■ Assignment ■
From the entries below, tally how many lines contain "return" and report only that figure.

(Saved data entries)
■ ■ ■ ■

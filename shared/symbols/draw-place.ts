import type { StationProperties, StationType } from '../items/points'
import type { Degrees, MM } from '../units'
import type { PlaceSymbol } from './definition'
import { missingAzimuth, places } from './definitions/points'
import type { DisplayList } from './display-list'
import { numeralBeside } from './numeral'
import { turnTo } from './paths'
import { placeMarks } from './place-marks'

const FURTHEST_QUERY = 6

/** The symbol of a kind of place. */
export function placeSymbolOf(type: StationType): PlaceSymbol {
  const symbol = places.find((candidate) => candidate.type === type)
  if (!symbol) throw new RangeError(`There is no symbol for ${type}.`)
  return symbol
}

/** Draws a place: upright, or turned to its azimuth where the symbol shows one. Where that is not stated, the symbol stands
 *  upright with a query, so that it says nothing that nobody measured.
 *  @param convergence of the grid at the place, degrees, clockwise positive */
export function drawPlace(
  { type, azimuth }: Pick<StationProperties, 'type' | 'azimuth'>,
  at: MM,
  convergence: Degrees,
): DisplayList {
  const symbol = placeSymbolOf(type)
  const showsAzimuth = symbol.azimuth !== undefined
  const turn = showsAzimuth && azimuth !== null ? azimuth - convergence : 0
  const marks = placeMarks(symbol.marks, turnTo(turn, at))
  if (!showsAzimuth || azimuth !== null) return marks
  const place = { from: at, away: [1, 0] as MM, ink: marks, furthest: FURTHEST_QUERY }
  return [...marks, numeralBeside(missingAzimuth.text, place, { ...missingAzimuth, ink: 'black' })]
}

■ ■ ■ ■

■ Exercise result ■
3